Hi everyone,
My lab has differentiated iPSCs cell lines and I need to do a bioinformatic analysis to try to understand how close they are from the real organ made of these cells. To do this I've gathered publicly available RNA-seq from this tissue both fetal and adult. I'm now doing some exploratory analysis with PCA and dendograms but I'm struggling with some issues.
- Constructing the DESeqDataSet
My coldata table (reduced in samples size) looks like this
ID Study Stage Sample1 Lab IPSCs Sample2 Lab IPSCs Sample3 Lab IPSCs Sample4 Study1 Fetal Sample5 Study1 Fetal Sample6 Study2 Fetal Sample7 Study2 Fetal Sample8 Study2 Fetal Sample9 Study2 Fetal Sample10 Study2 Fetal Sample11 Study2 Fetal Sample12 Study3 Adult Sample13 Study3 Adult Sample14 Study3 Adult Sample15 Study4 Adult Sample16 Study4 Adult Sample17 Study4 Adult Sample18 Study4 Adult Sample19 Study4 Adult Sample20 Study4 Adult
I thought the best approach would be to test for Stage (iPSCs/fetal/adult) controlling for the effect of Study (the fact that the samples come from different experiments)
dds <- DESeqDataSetFromMatrix(countdata, coldata, design= ~ Study + Stage)
However, I always come across (after trying and retrying in different ways) with the error:
Error in checkFullRank(modelMatrix):
the model matrix is not full rank, so the model cannot be fit as specified. One or more variables or interaction terms in the design formula are linear combinations of the others and must be removed.
I don't see any linear combination. I thought the problem was our own samples (since they are the only iPSCs), however I've tried performing this without them and the error persists. So I think I'm really missing something. I've read potentially every single post from people facing the same problem, also read the tools' vignette, but still can't figure out what's wrong with my design and how can I solve the issue.
- Accounting the batch effects for visualization purposes
I'm guessing limma::removeBatchEffects for Study would do the trick but would appreciate any hint on this topic too. Should I try sva and see if there is any other batch effects I should take into account?
I'm really sorry if these are really basic questions. I'm very new to bioinformatics and have been trying to find my way out on my own but sometimes I get stucked, specially with stuff involving statistics because of my lack of foundation on this.
I really appreciate any input you can give me. Thank you so much in advance!
Study is confounded by Stage (Lab has no replicates in Adult or Fetal). This is a typical situation where your experiment is fully confounded. You might eliminate batch within Fetals and within Adult but that's it. You would need samples of each Study in each Stage which you don't have. Your samples are going to (probably) cluster anywhere regardless of the true biology due to the batch effects.

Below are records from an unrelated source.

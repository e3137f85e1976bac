/** Reads content/: courses as their authors write them. Whatever is broken stops it with file, line and field. */
import { createHash } from 'node:crypto';
import { readdirSync, readFileSync } from 'node:fs';
import { join, relative } from 'node:path';
import { marked, type Token, type Tokens } from 'marked';
import { isMap, isNode, isSeq, LineCounter, parseDocument, type Document } from 'yaml';
import type { z } from 'zod';
import { courseFile, type CourseUnit } from '$lib/schemas/course-file';
import type { Exercise } from '$lib/schemas/exercise';
import type { Figure } from '$lib/schemas/figure';
import { ExerciseError } from '$lib/server/bench/exercise/exercise-error';
import { parseExerciseText } from '$lib/server/bench/exercise/parse-exercise';
import { issuesOf, pathOf } from '$lib/server/bench/exercise/zod-issues';
import { parseFigureText } from '$lib/server/bench/figure/parse-figure';
import { ENGINE_VERSION } from '$lib/server/bench/receiver/random';

/** Something in content/ can't be published: "harbour/06-power/spread.yaml:12: questions[0].unit: …". */
export class ContentError extends Error {
	override name = 'ContentError';
	constructor(
		readonly file: string,
		readonly line: number,
		readonly field: string,
		readonly reason: string
	) {
		super(`${file}:${line}: ${field ? `${field}: ` : ''}${reason}`);
	}
}

export interface UnitContent extends Omit<CourseUnit, 'exercises'> {
	lessonMarkdown: string;
	/** Of the lesson's figure blocks, in their order. */
	figures: Figure[];
	exercises: Exercise[];
}
export interface CourseContent {
	slug: string;
	title: string;
	summary: string;
	units: UnitContent[];
}

/** Exercises that have been checked before, by the hash of their file's text; what is read anew is added. */
export type CheckedExercises = Map<string, Exercise>;

/** Hash of a course's files as they stand, names and bytes; the engine's version with them, since checking draws scenes. */
export function hashOfCourse(root: string, folder: string): string {
	const hash = createHash('sha256').update(`course ${ENGINE_VERSION}`);
	const files = readdirSync(join(root, folder), { recursive: true, withFileTypes: true })
		.filter((entry) => entry.isFile())
		.map((entry) => join(entry.parentPath, entry.name))
		.sort();
	for (const file of files) {
		const bytes = readFileSync(file);
		hash.update(`\n${relative(root, file)} ${bytes.length}\n`).update(bytes);
	}
	return hash.digest('hex');
}

const hashOfExercise = (text: string): string =>
	createHash('sha256').update(`exercise ${ENGINE_VERSION}\n`).update(text).digest('hex');

/**
 * Every course under `root`, in the order of their folders.
 * @param checked exercises that need no checking again
 * @throws ContentError at the first fault
 */
export function readContent(root: string, checked: CheckedExercises = new Map()): CourseContent[] {
	const courses = coursesIn(root).map((folder) => readCourse(root, folder, checked));
	refuseTwins(courses, 'exercises', ({ units }) => units.flatMap(({ exercises }) => exercises));
	refuseTwins(courses, 'units', ({ units }) => units);
	return courses;
}

/** Exercises and units are found by their names alone, whatever the course. */
function refuseTwins(
	courses: CourseContent[],
	what: string,
	namedIn: (course: CourseContent) => { slug: string }[]
): void {
	const seen = new Set<string>();
	for (const course of courses) {
		for (const { slug } of namedIn(course)) {
			if (seen.has(slug)) throw new ContentError(course.slug, 1, 'slug', `two ${what} are called ${slug}`);
			seen.add(slug);
		}
	}
}

function readCourse(root: string, folder: string, checked: CheckedExercises): CourseContent {
	const file = readYaml(root, join(folder, 'course.yaml'), courseFile);
	const { slug, title, summary, units } = file.value;
	if (slug !== folder) throw file.errorAt('slug', `must be the folder's name, ${folder}`);
	const expected = units.map((unit) => `${String(unit.number).padStart(2, '0')}-${unit.slug}`);
	const stray = foldersIn(join(root, folder)).find((name) => !expected.includes(name));
	if (stray) throw file.errorAt('units', `the folder ${stray} is no unit of this course`);
	return {
		slug,
		title,
		summary,
		units: units.map((unit, index) => readUnit(root, join(folder, expected[index]), unit, checked))
	};
}

function readUnit(root: string, folder: string, unit: CourseUnit, checked: CheckedExercises): UnitContent {
	const files = entriesIn(root, folder);
	const expected = ['lesson.md', ...unit.exercises.map((slug) => `${slug}.yaml`)];
	const missing = expected.find((name) => !files.includes(name));
	if (missing) throw new ContentError(join(folder, missing), 1, '', 'is missing');
	const stray = files.find((name) => !expected.includes(name));
	if (stray) throw new ContentError(join(folder, stray), 1, '', 'is not named in course.yaml');
	return {
		...unit,
		...readLesson(root, join(folder, 'lesson.md')),
		exercises: unit.exercises.map((slug) => readExercise(root, join(folder, `${slug}.yaml`), slug, checked))
	};
}

/** Whether a piece of Markdown is the block of a figure. */
export const isFigureBlock = (token: Token): token is Tokens.Code =>
	token.type === 'code' && (token as Tokens.Code).lang?.trim() === 'figure';

function readLesson(root: string, path: string): Pick<UnitContent, 'lessonMarkdown' | 'figures'> {
	const lessonMarkdown = readText(root, path);
	const figures: Figure[] = [];
	let line = 1;
	for (const token of marked.lexer(lessonMarkdown)) {
		if (isFigureBlock(token)) {
			const figure = readFigure(token.text, path, line + 1);
			if (figures.some(({ id }) => id === figure.id))
				throw new ContentError(path, line + 1, 'id', `two figures of this lesson are called ${figure.id}`);
			figures.push(figure);
		} else {
			marked.walkTokens([token], (inner) => {
				if (isFigureBlock(inner))
					throw new ContentError(path, line, '', 'a figure stands by itself, in no list and no quotation');
			});
		}
		line += token.raw.split('\n').length - 1;
	}
	return { lessonMarkdown, figures };
}

/** @param firstLine of the figure's text in the file */
function readFigure(text: string, path: string, firstLine: number): Figure {
	try {
		return parseFigureText(text);
	} catch (cause) {
		if (!(cause instanceof ExerciseError)) throw cause;
		const [{ field, message, line = 1 }] = cause.issues;
		throw new ContentError(path, firstLine + line - 1, field, message);
	}
}

function readExercise(root: string, path: string, slug: string, checked: CheckedExercises): Exercise {
	const text = readText(root, path);
	const hash = hashOfExercise(text);
	try {
		const exercise = checked.get(hash) ?? parseExerciseText(text, path);
		checked.set(hash, exercise);
		if (exercise.slug === slug) return exercise;
	} catch (cause) {
		if (!(cause instanceof ExerciseError)) throw cause;
		const [{ field, message, line }] = cause.issues;
		throw new ContentError(path, line ?? 1, field, message);
	}
	throw new ContentError(path, 1, 'slug', `must be the file's name, ${slug}`);
}

function readYaml<S extends z.ZodType>(root: string, path: string, schema: S) {
	const lines = new LineCounter();
	const document = parseDocument(readText(root, path), { lineCounter: lines, uniqueKeys: true });
	const [fault] = document.errors;
	if (fault) throw new ContentError(path, lines.linePos(fault.pos[0]).line, '', fault.message.split('\n')[0]);
	const errorAt = (field: string, reason: string) =>
		new ContentError(path, lineOf(document, lines, pathOf(field)), field, reason);
	const parsed = schema.safeParse(document.toJS());
	if (parsed.success) return { value: parsed.data as z.output<S>, errorAt };
	const [issue] = issuesOf(parsed.error);
	throw errorAt(issue.field, issue.message);
}

/** The line of the deepest part of `path` that the document has; a key stands on the line of its name. */
function lineOf(document: Document, lines: LineCounter, path: (string | number)[]): number {
	let offset = 0;
	let node: unknown = document.contents;
	for (const step of path) {
		const pair = isMap(node) ? node.items.find((item) => String(item.key) === String(step)) : undefined;
		const place = pair ? pair.key : isSeq(node) ? node.items[Number(step)] : undefined;
		if (!isNode(place) || !place.range) break;
		offset = place.range[0];
		node = pair ? pair.value : place;
	}
	return lines.linePos(offset).line;
}

function readText(root: string, path: string): string {
	try {
		return readFileSync(join(root, path), 'utf8');
	} catch (cause) {
		if ((cause as NodeJS.ErrnoException).code !== 'ENOENT') throw cause;
		throw new ContentError(path, 1, '', 'is missing');
	}
}

/** Folders of courses, in order. */
export const coursesIn = (root: string): string[] => foldersIn(root);

const foldersIn = (folder: string): string[] =>
	readdirSync(folder, { withFileTypes: true })
		.filter((entry) => entry.isDirectory())
		.map((entry) => entry.name)
		.sort();

function entriesIn(root: string, folder: string): string[] {
	try {
		return readdirSync(join(root, folder)).sort();
	} catch (cause) {
		if ((cause as NodeJS.ErrnoException).code !== 'ENOENT') throw cause;
		throw new ContentError(relative('.', folder), 1, '', 'the unit has no folder');
	}
}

That is a common limitation, you cannot simply collect random studies and expect to compare them, this is unfortunately not how it works.
@ATpoint thanks for your input and time. However, as I mentioned, I also tried to perform this with the adult and fetal tissues only, and still got the same error which leads me to think there is something else wrong apart from my own experiment being confounded. Do you have any advice regarding what my approach should be as unfortunately that's the data I have to work with?
No, I do not think that there is much you can do with these data. Maybe manually scan for some marker genes that you may know that they could be candidates to characterize each stage, then check whether the Fetal and Adult indeed express the genes highly, then check expression level in your data, eventually confirm by qPCR on your RNA.